Guild Wars 2: Heart of Thorns, the game's first full expansion, is one massive spoiler. So if you've been playing the game and aren't up to speed on the finale of Season two of the game's Living World update, you may want to give this story a pass.
In other words: Spoilers ahead.
Heart of Thrones takes place the day after the final episode of the massively multiplayer online game's season two. The season ended with a giant fleet of airships flying into the Maguuma Jungle to confront the Elder Dragon Mordremoth only to be ripped apart in a matter of minutes. Perhaps more troubling, though, is that many of the game's Sylvari botanical race are revealed to be under the control of Mordremoth and complicit in the destruction of the Pact fleet.
"This expansion begins within a day of that happening," said Colin Johanson, Guild Wars 2's game director. "You have to go into the jungle to dig in the wreckage and find heroes and then fight your way through the jungle to find and kill Mordremoth."
A narrow slice of the story was playable as a demo at PAX East last week.
The gameplay session opened with my hastily created character, one that is in the new revenant profession, cresting a hill to see the remains of the fleet being torn to bits almost immediately the characters on screen begin to talk.
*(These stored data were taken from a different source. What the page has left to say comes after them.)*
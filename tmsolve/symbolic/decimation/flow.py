"""Flows of decimation: couplings over temperature after 1, 2, 3 … steps."""

from __future__ import annotations

from collections.abc import Mapping
from dataclasses import dataclass
from numbers import Integral
from typing import Any

import numpy as np

from ...declare.point import Point
from ...errors import ParameterError, did_you_mean, listing
from ...operators.algebras import LogTable
from .decimate import fitted, powered, prepared
from .fit import Fit

__all__ = ["Flow", "flow"]


@dataclass(frozen=True, eq=False, repr=False)
class Flow:
    """How the couplings of a chain change under repeated decimation.

    Attributes
    ----------
    point : Point
        Where it starts: one point or a batch.
    b : int
        Old cells per new cell, at every step.
    T : ndarray, shape batch
        The temperature, which stays.
    parameters : dict of str to ndarray, shape (steps + 1, *batch)
        The chain's own parameters in the user's unit; those that energies do not determine are left out.
    missing : dict of str to ndarray
        Couplings that the chain has no term for, 0 at the start.
    constant : ndarray, shape (steps + 1, *batch)
        Energy per cell of the step that the couplings leave.
    closes : bool
        Whether nothing is missing on the whole way.
    """

    point: Point
    b: int
    T: np.ndarray
    parameters: Mapping[str, np.ndarray]
    missing: Mapping[str, np.ndarray]
    constant: np.ndarray
    closes: bool

    @property
    def steps(self) -> int:
        """Number of steps."""
        return len(self.constant) - 1

    def reduced(self, name: str) -> np.ndarray:
        """Return a coupling over temperature, own or missing, shape (steps + 1, *batch).

        Raises
        ------
        ParameterError
            No such coupling.
        """
        known = {**self.parameters, **self.missing}
        if name not in known:
            raise ParameterError(
                f"no coupling {name!r} in this flow; it has {listing(known)}.{did_you_mean(str(name), known)}"
            )
        return known[name] / self.T

    def __repr__(self) -> str:
        return f"<Flow of {self.point.chain.name!r}: {self.steps} steps of {self.b}, {listing(self.parameters)}>"


def flow(point: Point, b: int = 2, steps: int = 8) -> Flow:
    """Decimate again and again: b cells become one, then b of those, and so on.

    Where neighbouring cuts overlap (next-nearest neighbours), the flow starts from cuts that just do not.
    Step k is taken from the bᵏ-th power of the matrix itself, so that errors of one step do not
    enter the next. Energies between states that lie far apart grow with bᵏ and keep the relative
    precision of doubles.

    Parameters
    ----------
    point : Point
        One point or a batch, T > 0.
    b : int
        Old cells per new cell.
    steps : int
        Number of steps, up to 60.

    Raises
    ------
    ParameterError
        A bad b or number of steps.
    NotApplicable
        T = 0, or no term that joins cells.

    Examples
    --------
    >>> from tmsolve import Chain, bond, ising
    >>> way = flow(Chain(ising(), [bond(lambda s, t, J: -J*s*t)]).at(T=1, J=1), steps=3)
    >>> np.tanh(way.reduced("J"))
    array([0.76159416, 0.58002566, 0.33642976, 0.11318499])
    """
    if isinstance(steps, bool) or not isinstance(steps, Integral) or not 1 <= steps <= 60:
        raise ParameterError(f"steps is a whole number from 1 to 60, got {steps!r}")
    assembled, cuts = prepared(point, b)
    first = LogTable(*assembled.reduced)
    # One step for cuts that overlap is the fewest cells after which they do not.
    table, base = powered(first, assembled.beta, cuts.steps), np.zeros(point.size)
    fits: list[Fit] = []
    for k in range(int(steps) + 1):
        if k:
            table, base = powered(table, assembled.beta, int(b)), base * int(b)
        table, lowest = _lowered(table, assembled.beta)
        base = base + lowest
        fit, _ = fitted(table, point, cuts)
        fits.append(Fit(fit.constant + base, fit.parameters, fit.held, fit.couplings, fit.residual, fit.closes))
    return _gathered(point, int(b), fits)


def _lowered(table: LogTable, beta: np.ndarray) -> tuple[LogTable, np.ndarray]:
    """Take the largest weight out, so that what grows without end does not hide the rest."""
    energy = np.where(table.log == -np.inf, np.inf, table.energy - table.log / beta)
    lowest = energy.min(axis=(0, 1))
    n = len(energy)
    place = energy.reshape(n * n, -1).argmin(axis=0)
    e, log = (
        np.take_along_axis(np.broadcast_to(part, energy.shape).reshape(n * n, -1), place[None], axis=0)[0]
        for part in (table.energy, table.log)
    )
    return LogTable(table.energy - e, table.log - log), lowest


def _gathered(point: Point, b: int, fits: list[Fit]) -> Flow:
    def stacked(pick: Any) -> np.ndarray:
        return np.stack([np.broadcast_to(pick(fit), (point.size,)).reshape(point.shape) for fit in fits])

    names = dict.fromkeys(name for fit in fits for name in fit.parameters)
    missing = dict.fromkeys(name for fit in fits for name in fit.couplings)
    return Flow(
        point,
        b,
        np.broadcast_to(np.asarray(point.T, dtype=np.float64), point.shape),
        {name: stacked(lambda fit, name=name: fit.parameters.get(name, np.nan)) for name in names},
        {name: stacked(lambda fit, name=name: fit.couplings.get(name, 0.0)) for name in missing},
        stacked(lambda fit: fit.constant),
        all(bool(fit.closes.all()) for fit in fits),
    )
No cut scenes, just a conversation.
"We have characters talking in the world now," Johanson said. "In this expansion we have tried to make the experience more immersive. Conversations play out and it feels more natural. And characters have a lot more dialog because of that."
One of the big questions raised almost immediately, in this post-Pact fleet world, is whether you can trust any of the Sylvari, Johanson said.
"If you play as a Sylvari, you're constantly questioned about your motives, even by your oldest friends in the game," he said. "Whether you decide to trust a Sylvari early on in the expansion impacts what mission you end up doing."
In the demo, your only option is to trust.
Another twist is that with the fall of the fleet you end up becoming, at least initially, the highest ranking surviving member of the Pact so most troops you come across will follow your orders and refer to you as the head of the fleet.
Once the game progresses into the mission, the play isn't initially that different. But that changes dramatically in battle if you are playing a revenant. The revenant have the ability to channel a legend, which opens a whole second set of special attacks and abilities and you can swap which legend you're channeling on the fly. One of the neat perks that comes with doing this is that, since all legends have a healing ability, you can heal yourself twice in a row.
On top of the tweak to combat for the new revenant profession, comes a broader change to the game through the introduction of the master point system for characters who have topped out.
"Instead of adding levels or new tiers of gear we decided to add masteries," Johanson said. "We're never going to do either of those, this system is our replacement for that."
The team decided to avoid adding levels or new gear because they feel that by doing so it essentially invalidates all of the old hardware you already own.
"The mastery system allows you to add points for doing anything challenging like defeating really hard bosses, completing major story moments," he said. "Then you can spend those points for purchase to change the way you explore the map."
For instance, the first mastery I unlocked was the ability to hang glide, jumping off high points and then drifting down to a lower level.
Other abilities include bouncing, higher jumps and faster runs.
There are also abilities that teach you forgotten languages, allowing you to solve mysteries that will unlock areas of the map. Finally, there are some combat abilities which can be used against special enemies. One ability allows you to rip the thick armor-like bark from an enemy so you can damage it. Another allows you to remove the goop a certain creature uses to incapacitate you.
"The progression system is account wide," Johanson said. "They exist on all level 80 characters."
The publisher is still figuring out the pricing and packaging options for Heart of Thrones, and Johanson said they were too focused on seeing how this expansion goes to be able to consider whether expansions will become a regular thing for Guild Wars 2.
The expansion will also come with a new multiplayer game type called stronghold, which pits two armies battle to kill a guild lord, said Isaiah Cartwright, a lead designer on the game.
The game type forces players to tactically take on different roles if they want to win the game
"You have to get supplies, you have to summon NPCs, making sure they stay alive is a role," Cartwright said. "It brings out really different strategies in the game."